FIG. 1 is a diagram showing the configuration of an optical system used in the present invention and a focus error signal obtained by this configuration.

FIG. 2 is a diagram showing a circuit according to an embodiment of the present invention.

FIG. 3 is a diagram showing the configuration of an optical device used in a conventional edge mirror method.

FIG. 4 is a diagram showing how to connect light spots using the edge mirror method.

FIG. 5 is an explanatory diagram of a three-beam method for tracking control.

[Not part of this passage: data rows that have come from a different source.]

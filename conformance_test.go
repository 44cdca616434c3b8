package trammel_test

import (
	"bytes"
	"encoding/json"
	"errors"
	"fmt"
	"math"
	"math/big"
	"slices"
	"strings"
	"testing"

	"example.com/trammel"
	"example.com/trammel/design"
	"example.com/trammel/internal/digits"
)

// A fitFunc fits a text to a table; a fitter joins the conformance suite by
// calling conform with one.
type fitFunc func(text string, t *design.Table, setAside bool) (trammel.Result, error)

// TestConformance runs the suite on the rational fitter of exactfit_test.go, which
// leaves the questions themselves as the only source of error.
func TestConformance(t *testing.T) {
	t.Run("by leverage", func(t *testing.T) { conform(t, exactFit, 12.5) })
	t.Run("by covariance", func(t *testing.T) { conform(t, plainFit, 12.5) })
}

// A cell is one scenario answered by one fitter.
type cell struct {
	*testing.T
	*oracle
	r     trammel.Result
	floor float64 // digits to which numbers must agree with the oracle
}

// A question is asked in every scenario. Where undefined gives a reason, refused
// checks that the answer is not a number; elsewhere check compares numbers with
// the oracle.
type question struct {
	name      string
	check     func(c *cell)
	undefined func(sc *scenario) string
	refused   func(c *cell)
}

func never(*scenario) string { return "" }

var questions = []question{
	{"coefficients", coefficientsAgree, judged, coefficientsUnjudged},
	{"derived effects", derivedAgree, func(sc *scenario) string {
		if len(sc.derived) == 0 {
			return "the model has no derived effects"
		}
		return judged(sc)
	}, derivedUnjudged},
	{"covariance and correlation", covarianceAgrees, func(sc *scenario) string {
		switch {
		case sc.saturated:
			return "no degrees of freedom"
		case sc.exact:
			return "all variances are 0 up to rounding"
		}
		return ""
	}, covarianceAbsent},
	{"terms", func(c *cell) { termsAgree(c, trammel.Terms, false) }, judged, func(c *cell) { termsUnjudged(c, trammel.Terms, false) }},
	{"sequential terms", func(c *cell) { termsAgree(c, trammel.SequentialTerms, true) }, judged,
		func(c *cell) { termsUnjudged(c, trammel.SequentialTerms, true) }},
	{"goodness", goodnessAgrees, judged, goodnessUnjudged},
	{"prediction", predictionAgrees, judged, predictionUnjudged},
	{"prediction on the original scale", originalAgrees, func(sc *scenario) string {
		if !sc.log {
			return "the response is a plain column"
		}
		return ""
	}, originalRefused},
	{"scoring", scoringAgrees, never, nil},
	{"diagnostics", diagnosticsAgree, judged, diagnosticsUnjudged},
	{"lack of fit", lackOfFitAgrees, judged, lackOfFitRefused},
	{"rows", rowsAgree, never, nil},
	{"summary as JSON", jsonAgrees, never, nil},
	{"report", reportSays, never, nil},
}
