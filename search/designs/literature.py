"""Designs that exist by the literature and that this program does not build."""

from __future__ import annotations

from search.designs.conditions import Balanced

KNOWN: dict[tuple[int, int, int], str] = {}
"""(t, k, λ) to the paper."""


def known(sizes: Balanced) -> str:
    """The paper that gives a design with these parameters, or an empty string."""
    return KNOWN.get((sizes.t, sizes.k, sizes.meetings), "")
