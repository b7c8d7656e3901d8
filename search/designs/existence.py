"""Is there a balanced design with these numbers? Built and checked, impossible by a theorem, or unknown."""

from __future__ import annotations

from math import comb

from search.designs.attempts import notes
from search.designs.building import build, directly
from search.designs.checking import faults
from search.designs.conditions import Balanced, conditions, smallest
from search.designs.literature import known
from search.designs.records import Design, Existence, Verdict
from search.designs.resolution import resolved
from search.designs.theorems import obstruction
from search.foundation.errors import BadInput

MOST_TREATMENTS = 1000
MOST_PLOTS = 200_000
RESOLVED_UP_TO = 10
"""Replicates up to which every resolvable design was found in about a second."""


def exists(
    t: int,
    k: int,
    *,
    blocks: int | None = None,
    meetings: int | None = None,
    resolvable: bool = False,
) -> Verdict:
    """Whether a balanced incomplete block design exists, and which.

    Parameters
    ----------
    t, k : treatments, plots of a block
    blocks, meetings : b, or λ; with neither, the fewest blocks that the counts allow
    resolvable : the blocks must fall into complete replicates

    Raises
    ------
    BadInput : numbers that no block design has, or more than this program builds
    """
    _check(t, k, blocks, meetings)
    if k == t:
        return _complete(t, blocks or meetings or 1, resolvable)
    if blocks is None and meetings is not None:
        blocks, left = divmod(meetings * t * (t - 1), k * (k - 1))
        if left:
            return Verdict(
                Existence.IMPOSSIBLE,
                f"{meetings * comb(t, 2)} meetings of pairs cannot fill whole blocks of {comb(k, 2)} pairs",
                resolvable=resolvable,
            )
    if blocks is None:
        blocks = smallest(t, k).b
    counted = conditions(t, blocks, k)
    if counted.allowed is None:
        return Verdict(Existence.IMPOSSIBLE, counted.reason, resolvable=resolvable)
    if counted.allowed.plots > MOST_PLOTS:
        raise BadInput(f"{counted.allowed.plots} plots are more than the {MOST_PLOTS} that are built here")
    return decide(counted.allowed, resolvable=resolvable)


def decide(sizes: Balanced, *, resolvable: bool = False) -> Verdict:
    """The verdict for parameters that meet the counting conditions."""
    if reason := obstruction(sizes, resolvable=resolvable):
        return Verdict(Existence.IMPOSSIBLE, reason, sizes, resolvable=resolvable)
    design = resolved(sizes) if resolvable else _plain(sizes)
    if design is not None:
        if wrong := faults(design):
            raise RuntimeError(f"a construction failed its check for {sizes}: {wrong[0]}")
        return Verdict(Existence.EXISTS, design.construction, sizes, design, resolvable)
    if not resolvable and (paper := known(sizes)):
        note = f"; {tried}" if (tried := notes(sizes)) else ""
        return Verdict(Existence.EXISTS, f"by the literature, not built here: {paper}{note}", sizes)
    return Verdict(Existence.UNKNOWN, _tried(sizes, resolvable), sizes, resolvable=resolvable)


def at_once(sizes: Balanced, *, resolvable: bool = False) -> Verdict:
    """The verdict as far as theorems, constructions without a search, and the literature give it."""
    if reason := obstruction(sizes, resolvable=resolvable):
        return Verdict(Existence.IMPOSSIBLE, reason, sizes, resolvable=resolvable)
    if resolvable and sizes.r <= RESOLVED_UP_TO:
        return decide(sizes, resolvable=True)
    if not resolvable:
        if built := directly(sizes):
            return Verdict(Existence.EXISTS, built.how, sizes, Design(sizes, built.blocks, built.how))
        if paper := known(sizes):
            return Verdict(Existence.EXISTS, f"by the literature, not built here: {paper}", sizes)
    return Verdict(Existence.UNKNOWN, "`evenfield exists` searches longer", sizes, resolvable=resolvable)


def _tried(sizes: Balanced, resolvable: bool) -> str:
    note = "" if resolvable else notes(sizes)
    tried = "no theorem here forbids it and no construction here gave one, which does not decide it"
    return f"{tried} ({note})" if note else tried


def _plain(sizes: Balanced) -> Design | None:
    built = build(sizes)
    return None if built is None else Design(sizes, built.blocks, built.how)


def _complete(t: int, blocks: int, resolvable: bool) -> Verdict:
    sizes = Balanced(t, blocks, t, blocks, blocks)
    design = Design(
        sizes,
        (tuple(range(t)),) * blocks,
        "complete blocks: every block holds every treatment",
        tuple((j,) for j in range(blocks)) if resolvable else (),
    )
    return Verdict(Existence.EXISTS, design.construction, sizes, design, resolvable)


def _check(t: int, k: int, blocks: int | None, meetings: int | None) -> None:
    if not 3 <= t <= MOST_TREATMENTS:
        raise BadInput(f"{t} treatments: give 3 to {MOST_TREATMENTS}")
    if not 2 <= k <= t:
        raise BadInput(f"blocks of {k} plots: give 2 to {t}, as no treatment stands twice in a block")
    if blocks is not None and meetings is not None:
        raise BadInput("give the number of blocks or the meetings of a pair, not both, as one follows")
    for name, value in (("blocks", blocks), ("meetings of each pair", meetings)):
        if value is not None and value < 1:
            raise BadInput(f"{value} {name}: give at least 1")
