"""What was tried for hard sets that are not built here; a search that ended early decides nothing."""

from __future__ import annotations

from search.designs.conditions import Balanced

ATTEMPTS = {
    (71, 15, 3): (
        "tried: groups of order 14 to 168 on 10 copies of Z7 and a fixed point and on 8 copies of GF(8) and "
        "7 fixed points, some thirty of them with up to 100,000 steps for each stabiliser"
    ),
    (56, 12, 3): "tried: as the residual of (71, 15, 3)",
    (28, 10, 5): (
        "tried: 15 groups of order 14 to 84 on 4 copies of Z7, one of order 21 with 407,680 different orbits "
        "of blocks, and 322 groups of order 8 to 88 with up to 60,000 steps for each stabiliser"
    ),
}
"""(t, k, λ) to a note."""


def notes(sizes: Balanced) -> str:
    """What was tried, or an empty string."""
    return ATTEMPTS.get((sizes.t, sizes.k, sizes.meetings), "")
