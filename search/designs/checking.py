"""Is it a balanced design? Counted from the blocks alone, by code that no construction uses."""

from __future__ import annotations

from itertools import combinations

import numpy as np

from search.designs.conditions import Balanced
from search.designs.records import Blocks, Design


def faults(design: Design) -> tuple[str, ...]:
    """Everything that keeps a design from being what it claims to be; empty for a sound one."""
    return (
        *block_faults(design.blocks, design.sizes),
        *replicate_faults(design.blocks, design.replicates, design.sizes.t),
    )


def block_faults(blocks: Blocks, sizes: Balanced) -> tuple[str, ...]:
    """What keeps blocks from being balanced with these parameters, by counting every pair."""
    t = sizes.t
    if len(blocks) != sizes.b:
        return (f"{len(blocks)} blocks, not {sizes.b}",)
    together = np.zeros((t, t), dtype=np.int64)
    for block in blocks:
        if len(set(block)) != sizes.k or len(block) != sizes.k or not all(0 <= x < t for x in block):
            return (f"block {block} does not hold {sizes.k} different points",)
        for x, y in combinations(block, 2):
            together[x, y] += 1
            together[y, x] += 1
    wrong = np.argwhere(np.triu(together != sizes.meetings, 1))
    if len(wrong):
        x, y = wrong[0]
        return (f"points {x} and {y} share {together[x, y]} blocks, not {sizes.meetings}",)
    return ()


def replicate_faults(blocks: Blocks, replicates: tuple[tuple[int, ...], ...], t: int) -> tuple[str, ...]:
    """What keeps replicates from holding every point once and every block once."""
    if not replicates:
        return ()
    if sorted(j for replicate in replicates for j in replicate) != list(range(len(blocks))):
        return ("the replicates do not hold every block once",)
    for replicate in replicates:
        if sorted(x for j in replicate for x in blocks[j]) != list(range(t)):
            return (f"replicate {replicate} does not hold every point once",)
    return ()
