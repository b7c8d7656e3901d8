"""Finite fields GF(q) as tables of powers of a primitive element."""

from __future__ import annotations

from dataclasses import dataclass
from functools import cache
from itertools import product


def prime_power(q: int) -> tuple[int, int] | None:
    """(p, a) with q = pᵃ and p prime, or None."""
    if q < 2:
        return None
    p = next((d for d in range(2, int(q**0.5) + 1) if q % d == 0), q)
    a = 0
    while q % p == 0:
        q //= p
        a += 1
    return (p, a) if q == 1 else None


@dataclass(frozen=True, slots=True)
class Field:
    """GF(q); an element is a number below q whose digits to the base p are its coefficients.

    Parameters
    ----------
    p, a : characteristic and degree
    powers : the q − 1 powers of a primitive element, from 1 on
    logarithm : for each element but 0 its exponent; -1 for 0
    """

    p: int
    a: int
    powers: tuple[int, ...]
    logarithm: tuple[int, ...]

    @property
    def q(self) -> int:
        """Number of elements."""
        return len(self.logarithm)

    def plus(self, x: int, y: int) -> int:
        """x + y: digits added without carry."""
        p = self.p
        total, place = 0, 1
        while x or y:
            total += (x + y) % p * place
            x, y, place = x // p, y // p, place * p
        return total

    def times(self, x: int, y: int) -> int:
        """x · y by logarithms."""
        if not (x and y):
            return 0
        return self.powers[(self.logarithm[x] + self.logarithm[y]) % (self.q - 1)]


@cache
def field(q: int) -> Field:
    """The field of q elements, from the first polynomial whose root is primitive.

    Raises
    ------
    ValueError : q is not a prime power
    """
    parts = prime_power(q)
    if parts is None:
        raise ValueError(f"{q} is not a prime power")
    p, a = parts
    for lower in product(range(p), repeat=a):
        powers = _powers(p, lower)
        if len(powers) == q - 1:
            logarithm = [-1] * q
            for exponent, x in enumerate(powers):
                logarithm[x] = exponent
            return Field(p, a, tuple(powers), tuple(logarithm))
    raise ValueError(f"no primitive polynomial for {q}")


def _powers(p: int, lower: tuple[int, ...]) -> list[int]:
    """Powers of a root of xᵃ = Σ lower_i xⁱ until they come back to 1 or die out."""
    element = [1] + [0] * (len(lower) - 1)
    powers: list[int] = []
    seen = set[int]()
    while True:
        number = sum(digit * p**i for i, digit in enumerate(element))
        if number == 0 or number in seen:
            return powers if number == 1 else []
        seen.add(number)
        powers.append(number)
        top = element[-1]
        element = [(below + top * c) % p for below, c in zip([0, *element[:-1]], lower, strict=True)]
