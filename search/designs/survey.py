"""All parameters in a range with their verdicts."""

from __future__ import annotations

import csv
import io
import time
from collections.abc import Iterable, Iterator
from dataclasses import dataclass

from search.designs.conditions import Balanced, multiples
from search.designs.existence import decide
from search.designs.records import Existence, Verdict

COLUMNS = (
    "treatments",
    "block_size",
    "replication",
    "blocks",
    "meetings",
    "efficiency",
    "verdict",
    "built",
    "reason",
    "seconds",
)


@dataclass(frozen=True, slots=True)
class Entry:
    """One set of parameters, its verdict, and the wall time that it took."""

    sizes: Balanced
    verdict: Verdict
    seconds: float

    def row(self) -> tuple[str, ...]:
        """The entry as text, in the order of `COLUMNS`."""
        sizes, verdict = self.sizes, self.verdict
        numbers = sizes.t, sizes.k, sizes.r, sizes.b, sizes.meetings
        return (
            *map(str, numbers),
            f"{float(sizes.efficiency):.6f}",
            str(verdict.existence),
            "" if verdict.existence is not Existence.EXISTS else "no" if verdict.design is None else "yes",
            verdict.reason,
            f"{self.seconds:.2f}",
        )


def admissible(
    treatments: Iterable[int], replication: range, block_sizes: range | None = None
) -> Iterator[Balanced]:
    """Parameters that meet the counting conditions, by r, then k, then t.

    Parameters
    ----------
    treatments : numbers of treatments
    replication : plots of each treatment
    block_sizes : plots of a block; left out: from 3 to half the treatments, larger ones being complements
    """
    found = []
    for t in treatments:
        for k in block_sizes or range(3, t // 2 + 1):
            if not 2 <= k < t:
                continue
            for sizes in multiples(t, k):
                if sizes.r >= replication.stop:
                    break
                if sizes.r in replication:
                    found.append(sizes)
    return iter(sorted(found, key=lambda sizes: (sizes.r, sizes.k, sizes.t)))


def survey(sets: Iterable[Balanced], *, resolvable: bool = False) -> Iterator[Entry]:
    """The verdict for each set of parameters, one after another."""
    for sizes in sets:
        started = time.perf_counter()
        verdict = decide(sizes, resolvable=resolvable)
        yield Entry(sizes, verdict, time.perf_counter() - started)


def as_csv(entries: Iterable[Entry]) -> str:
    """The entries as a CSV file with a heading."""
    text = io.StringIO()
    writer = csv.writer(text, lineterminator="\n")
    writer.writerow(COLUMNS)
    writer.writerows(entry.row() for entry in entries)
    return text.getvalue()
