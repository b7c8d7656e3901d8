"""Which treatment takes which point of a design, and which block of the trial which of its blocks.

Every labelling of a design is a plan with the same efficiency; rules about certain treatments in certain
blocks, and replicates, hold for some labellings only. CP-SAT looks for one.
"""

from __future__ import annotations

from dataclasses import dataclass
from typing import TYPE_CHECKING

import numpy as np

from search.designs.records import Blocks
from search.foundation.cpsat import Answer, solve
from search.foundation.stopping import Stop
from search.trial.records import Contents
from search.trial.tables import Bools, Tables

if TYPE_CHECKING:
    from ortools.sat.python.cp_model import CpModel, IntVar


@dataclass(frozen=True, slots=True)
class Template:
    """Blocks to be labelled.

    Parameters
    ----------
    points : number of points
    blocks : points of each block
    where_from : what it is, in a sentence
    replicates : numbers of the blocks of each replicate, where it has some
    balanced : whether it is a balanced design
    """

    points: int
    blocks: Blocks
    where_from: str
    replicates: tuple[tuple[int, ...], ...] = ()
    balanced: bool = False


def labelled(
    template: Template, rules: Tables, *, effort: float, stop: Stop | None = None
) -> Contents | None:
    """Contents of the trial's blocks under a labelling that obeys its rules on single treatments and blocks.

    Parameters
    ----------
    template : as many points as treatments, as many blocks as blocks, and of the same sizes
    rules : tables of the trial
    stop : ends the solver from outside
    effort : deterministic work of CP-SAT

    Returns
    -------
    None where none was found; limits on meetings are not looked at
    """
    if not rules.low.any() and rules.high.all() and not rules.share.size:
        return _as_it_stands(template, rules)
    return _by_solver(template, rules, effort, stop)


def _as_it_stands(template: Template, rules: Tables) -> Contents:
    """Nothing tells treatments or blocks of one size apart: any order will do."""
    sizes = np.array([len(block) for block in template.blocks])
    contents: list[tuple[int, ...]] = [()] * rules.b
    by_size = zip(np.argsort(rules.sizes, kind="stable"), np.argsort(sizes, kind="stable"), strict=True)
    for j, q in by_size:
        contents[j] = tuple(sorted(template.blocks[q]))
    return tuple(contents)


def _by_solver(template: Template, rules: Tables, effort: float, stop: Stop | None = None) -> Contents | None:
    from ortools.sat.python import cp_model

    t, b = rules.t, rules.b
    model = cp_model.CpModel()
    point = [[model.new_bool_var("") for _ in range(t)] for _ in range(t)]
    block = [[model.new_bool_var("") for _ in range(b)] for _ in range(b)]
    for square in (point, block):
        for line in (*square, *zip(*square, strict=True)):
            model.add_exactly_one(line)
    inside = np.zeros((t, b), dtype=np.bool_)
    for q, held in enumerate(template.blocks):
        inside[list(held), q] = True
    for j in range(b):
        for q in range(b):
            if len(template.blocks[q]) != rules.sizes[j]:
                model.add(block[j][q] == 0)
    for i in range(t):
        for p in range(t):
            if not rules.least[i] <= inside[p].sum() <= rules.most[i]:
                model.add(point[i][p] == 0)
    for i, j in zip(*np.nonzero(rules.low > 0), strict=True):
        _together(model, point[i], block[j], inside)
    for i, j in zip(*np.nonzero(rules.high == 0), strict=True):
        _together(model, point[i], block[j], ~inside)
    if rules.share.size and not _match_replicates(model, template, rules, block):
        return None
    wanted = [x for line in (*point, *block) for x in line]
    solved = solve(model, wanted, seconds=300 * effort, effort=effort, stop=stop)
    if solved.answer is not Answer.SOLUTION:
        return None
    values = np.array(solved.values, dtype=np.bool_)
    to_point = values[: t * t].reshape(t, t).argmax(axis=1)
    to_block = values[t * t :].reshape(b, b).argmax(axis=1)
    treatment = np.argsort(to_point)
    return tuple(tuple(sorted(int(treatment[p]) for p in template.blocks[q])) for q in to_block)


def _together(model: CpModel, point: list[IntVar], block: list[IntVar], allowed: Bools) -> None:
    """A treatment's point and a block's image must be an allowed pair: told for each image of the block."""
    for q, image in enumerate(block):
        model.add_bool_or([image.negated(), *(point[p] for p in np.flatnonzero(allowed[:, q]))])


def _match_replicates(model: CpModel, template: Template, rules: Tables, block: list[list[IntVar]]) -> bool:
    """Each replicate of the trial takes one of the template's; False where it has too few."""
    groups = [np.flatnonzero(rules.group == g) for g in range(rules.share.shape[1])]
    if len(groups) > len(template.replicates) or (rules.share != 1).any():
        return False
    takes = [[model.new_bool_var("") for _ in template.replicates] for _ in groups]
    for line in takes:
        model.add_exactly_one(line)
    for column in zip(*takes, strict=True):
        model.add_at_most_one(column)
    for group, line in zip(groups, takes, strict=True):
        for take, replicate in zip(line, template.replicates, strict=True):
            for j in group:
                model.add_bool_or([take.negated(), *(block[j][q] for q in replicate)])
    return True
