"""The registry of constructions: each takes parameters and gives blocks, or nothing.

To add one: a file in `constructions` with one function and its source, and its name here. `DIRECT` ones
take milliseconds and may be made of one another; `SEARCHES` take seconds and are only for what is asked.
"""

from __future__ import annotations

from functools import cache

from search.designs.conditions import Balanced
from search.designs.constructions.common import Built, Construction
from search.designs.constructions.embedding import embedding
from search.designs.constructions.flats import flats
from search.designs.constructions.hadamard import doubling, extension
from search.designs.constructions.orbits import orbits
from search.designs.constructions.recipes import recipes
from search.designs.constructions.relatives import complement, derived, nested, residual, subsets
from search.designs.constructions.sums import sums
from search.designs.theorems import obstruction

DIRECT: tuple[Construction, ...] = (
    subsets,
    complement,
    flats,
    recipes,
    extension,
    sums,
    residual,
    derived,
    doubling,
    nested,
)
SEARCHES: tuple[Construction, ...] = (embedding, orbits)


def build(sizes: Balanced) -> Built | None:
    """Blocks by the first construction that gives them; remembered."""
    return directly(sizes) or (None if obstruction(sizes) else _searched(sizes))


@cache
def directly(sizes: Balanced) -> Built | None:
    """Blocks without any search."""
    if obstruction(sizes):
        return None
    return _first(DIRECT, sizes)


@cache
def _searched(sizes: Balanced) -> Built | None:
    if 2 * sizes.k > sizes.t:
        return complement(sizes, build)
    return _first(SEARCHES, sizes)


def _first(constructions: tuple[Construction, ...], sizes: Balanced) -> Built | None:
    return next((built for construct in constructions if (built := construct(sizes, directly))), None)
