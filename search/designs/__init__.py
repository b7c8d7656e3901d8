"""Which conditions must a balanced design meet?"""
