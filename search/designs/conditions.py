"""The counting conditions of balanced incomplete block designs.

In such a design t treatments stand in b blocks of k plots, k < t, each r times, each pair in λ blocks:
bk = rt and λ(t − 1) = r(k − 1), all whole numbers, and b ≥ t (Fisher 1940). Meeting the conditions is
necessary and not enough: a design that they allow may still not exist.
"""

from __future__ import annotations

from collections.abc import Iterator
from dataclasses import dataclass
from fractions import Fraction
from math import gcd


@dataclass(frozen=True, slots=True)
class Balanced:
    """Parameters that meet the counting conditions.

    Parameters
    ----------
    t, b, k : treatments, blocks, plots of a block
    r : plots of each treatment
    meetings : blocks that each pair shares (λ)
    """

    t: int
    b: int
    k: int
    r: int
    meetings: int

    @property
    def efficiency(self) -> Fraction:
        """E = λt / (rk) (Yates 1936)."""
        return Fraction(self.meetings * self.t, self.r * self.k)

    @property
    def plots(self) -> int:
        """Plots in all."""
        return self.b * self.k


@dataclass(frozen=True, slots=True)
class Counted:
    """Whether the counts allow a balanced design; `reason` says why not."""

    allowed: Balanced | None
    reason: str = ""


def conditions(t: int, b: int, k: int) -> Counted:
    """Whether t treatments in b blocks of k plots can be balanced as far as counting goes.

    Source: the two counts of plots and of pairs; Fisher's inequality (Fisher 1940).
    """
    if not 2 <= k < t:
        return Counted(None, f"blocks of {k} plots are not incomplete blocks for {t} treatments")
    if b * k % t:
        return Counted(None, f"{b * k} plots cannot be shared equally among {t} treatments")
    r = b * k // t
    if r * (k - 1) % (t - 1):
        return Counted(
            None,
            f"each treatment meets {r * (k - 1)} others, which cannot be shared equally among {t - 1}",
        )
    if b < t:
        return Counted(None, f"{b} blocks are fewer than {t} treatments (Fisher's inequality)")
    return Counted(Balanced(t, b, k, r, r * (k - 1) // (t - 1)))


def with_meetings(t: int, k: int, meetings: int) -> Balanced | None:
    """The parameters with every pair in `meetings` blocks, where the counts allow them."""
    b, left = divmod(meetings * t * (t - 1), k * (k - 1))
    return None if left else conditions(t, b, k).allowed


def multiples(t: int, k: int) -> Iterator[Balanced]:
    """Every number of blocks that the conditions allow for t and k, from the fewest on.

    Pairs are counted twice: λt(t − 1) = bk(k − 1), so b is a multiple of t(t − 1) over its common
    divisor with k(k − 1).
    """
    step = t * (t - 1) // gcd(t * (t - 1), k * (k - 1))
    b = step
    while True:
        verdict = conditions(t, b, k)
        if verdict.allowed is not None:
            yield verdict.allowed
        b += step


def smallest(t: int, k: int) -> Balanced:
    """The fewest blocks that the conditions allow for t treatments in blocks of k.

    Raises
    ------
    ValueError : not 2 ≤ k < t
    """
    if not 2 <= k < t:
        raise ValueError("blocks must be incomplete")
    return next(multiples(t, k))


def nearby(t: int, k: int, plots: int, most: int = 4) -> tuple[Balanced, ...]:
    """Balanced sizes near to what is planned: one treatment or one plot of a block more or fewer.

    Parameters
    ----------
    t, k, plots : what is planned
    most : how many to name

    Returns
    -------
    those with the nearest numbers of plots first, at most half as many again as planned
    """
    found = []
    for near_t in (t, t - 1, t + 1):
        for near_k in (k, k - 1, k + 1):
            if not 2 <= near_k < near_t:
                continue
            for design in multiples(near_t, near_k):
                if design.plots > 1.5 * plots:
                    break
                found.append(design)
    found.sort(key=lambda d: (abs(d.plots - plots) + abs(d.t - t) + abs(d.k - k), d.t, d.k))
    return tuple(found[:most])
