"""What this floor hands on: a design, and a verdict on whether there is one."""

from __future__ import annotations

from dataclasses import dataclass
from enum import StrEnum

from search.designs.conditions import Balanced

Blocks = tuple[tuple[int, ...], ...]
"""For each block its points, numbered from 0, in rising order."""


class Existence(StrEnum):
    """The three verdicts; a search that found nothing is UNKNOWN, never IMPOSSIBLE."""

    EXISTS = "exists"
    IMPOSSIBLE = "impossible"
    UNKNOWN = "unknown"


@dataclass(frozen=True, slots=True)
class Design:
    """A balanced incomplete block design, built and checked.

    Parameters
    ----------
    sizes : its parameters
    blocks : its blocks
    construction : how it was built, in a sentence with its source
    replicates : numbers of the blocks of each replicate where it is resolved, else empty
    """

    sizes: Balanced
    blocks: Blocks
    construction: str
    replicates: tuple[tuple[int, ...], ...] = ()


@dataclass(frozen=True, slots=True)
class Verdict:
    """Whether a balanced design with these parameters exists.

    Parameters
    ----------
    existence : exists, impossible or unknown
    reason : the construction, the theorem, or what was tried
    sizes : the parameters, None where the counts do not even allow any
    design : the design, None where it exists by the literature only, or not
    resolvable : whether replicates were asked for
    """

    existence: Existence
    reason: str
    sizes: Balanced | None = None
    design: Design | None = None
    resolvable: bool = False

FIG. 6 is a diagram showing the structure of an optical information recording medium.

FIG. 7 is a diagram showing a state where the tracking error signal due to the return light to the laser becomes unstable.

FIG. 8 is a diagram showing a state in which a tracking error signal and a track position signal due to return light to a laser have become unstable.

FIG. 9 is a diagram showing the configuration of a conventional return light isolation type optical system.

FIG. 10 is a diagram showing the configuration of a conventional optical system for reducing returned light.

[Explanation of symbols]

1 Laser diode 2, 8 Collimator lens 3 Diffraction grating 4 Beam splitter 5 Mirror 6 Objective lens 7 Optical information recording medium 9 Edge mirror 10, 11 Photodetector 12 Subtractor 21, 22 Aperture 71 Surface hardening layer 72 Polycarbonate layer 73 Information recording layer 74 Acrylic base material A1, A2, A3 Operational amplifier DEF Defocus command signal input terminal L1 Focus direction drive coil L2 Tracking direction drive coil SW Switch

Claims (2)

[Claims] 1. An optical information recording and reproducing apparatus that records and reproduces information while guiding the optical information recording medium by the tracking track by irradiating a laser beam onto an optical information recording medium having a tracking track and an information recording track. The apparatus includes a signal output means for generating a signal when the apparatus performs a track jump and a seek operation, and a control means for bringing the irradiation of laser light onto the optical information recording medium into an out-of-focus state when the signal from the means is given. An optical information recording/reproducing device characterized by: 2. The optical information recording and reproducing apparatus according to claim 1, wherein the out-of-focus state is predetermined, and the control means selects the predetermined state.